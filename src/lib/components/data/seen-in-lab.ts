/** Page and service ask for the same sentence: the service makes no run without it. */
export { sentenceToConfirm } from '$lib/assay';
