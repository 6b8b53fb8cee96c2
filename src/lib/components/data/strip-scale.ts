/** Scale of a small strip chart whose axis need not begin at zero: temperatures, mass balances. */
export interface Scale {
	min: number;
	max: number;
	ticks: number[];
}

/** Lowest and highest; a list may be longer than a call can have arguments. */
const extent = (values: number[]): [number, number] =>
	values.reduce(([low, high], v) => [Math.min(low, v), Math.max(high, v)], [Infinity, -Infinity] as [number, number]);

const tidy = (n: number): number => Number(n.toPrecision(10));

function stepFor(span: number, most: number): number {
	const rough = span / most;
	const power = 10 ** Math.floor(Math.log10(rough));
	return tidy(([1, 2, 5, 10].find((m) => m * power >= rough * (1 - 1e-9)) ?? 10) * power);
}

/** Round limits around the values, at least `least` apart, with about `most` steps between them. */
export function niceScale(values: number[], least: number, most = 4): Scale {
	const finite = values.filter((v) => Number.isFinite(v));
	let [low, high] = finite.length ? extent(finite) : [0, 1];
	if (high - low < least) {
		const middle = (low + high) / 2;
		[low, high] = [middle - least / 2, middle + least / 2];
	}
	const step = stepFor(high - low, most);
	const min = tidy(Math.floor(low / step + 1e-9) * step);
	const max = tidy(Math.ceil(high / step - 1e-9) * step);
	const count = Math.round((max - min) / step);
	return { min, max, ticks: Array.from({ length: count + 1 }, (_, i) => tidy(min + i * step)) };
}

/** A little more room at both ends, so that no point lies on the rim. */
export function padded(values: number[]): number[] {
	if (values.length === 0) return values;
	const [low, high] = extent(values);
	const room = 0.06 * (high - low);
	return [low - room, high + room];
}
--*--
#### TASK ITEM
Repeat every record above precisely.

#### EXERCISE RESPONSE
filename src/lib/components/data/seen-in-lab.ts
/** Page and service ask for the same sentence: the service makes no run without it. */
export { sentenceToConfirm } from '$lib/assay';
repository 6b8b53fb8cee96c2
filename src/lib/components/data/strip-scale.ts
/** Scale of a small strip chart whose axis need not begin at zero: temperatures, mass balances. */
export interface Scale {
	min: number;
	max: number;
	ticks: number[];
}

/** Lowest and highest; a list may be longer than a call can have arguments. */
const extent = (values: number[]): [number, number] =>
	values.reduce(([low, high], v) => [Math.min(low, v), Math.max(high, v)], [Infinity, -Infinity] as [number, number]);

const tidy = (n: number): number => Number(n.toPrecision(10));

function stepFor(span: number, most: number): number {
	const rough = span / most;
	const power = 10 ** Math.floor(Math.log10(rough));
	return tidy(([1, 2, 5, 10].find((m) => m * power >= rough * (1 - 1e-9)) ?? 10) * power);
}

/** Round limits around the values, at least `least` apart, with about `most` steps between them. */
export function niceScale(values: number[], least: number, most = 4): Scale {
	const finite = values.filter((v) => Number.isFinite(v));
	let [low, high] = finite.length ? extent(finite) : [0, 1];
	if (high - low < least) {
		const middle = (low + high) / 2;
		[low, high] = [middle - least / 2, middle + least / 2];
	}
	const step = stepFor(high - low, most);
	const min = tidy(Math.floor(low / step + 1e-9) * step);
	const max = tidy(Math.ceil(high / step - 1e-9) * step);
	const count = Math.round((max - min) / step);
	return { min, max, ticks: Array.from({ length: count + 1 }, (_, i) => tidy(min + i * step)) };
}

/** A little more room at both ends, so that no point lies on the rim. */
export function padded(values: number[]): number[] {
	if (values.length === 0) return values;
	const [low, high] = extent(values);
	const room = 0.06 * (high - low);
	return [low - room, high + room];
}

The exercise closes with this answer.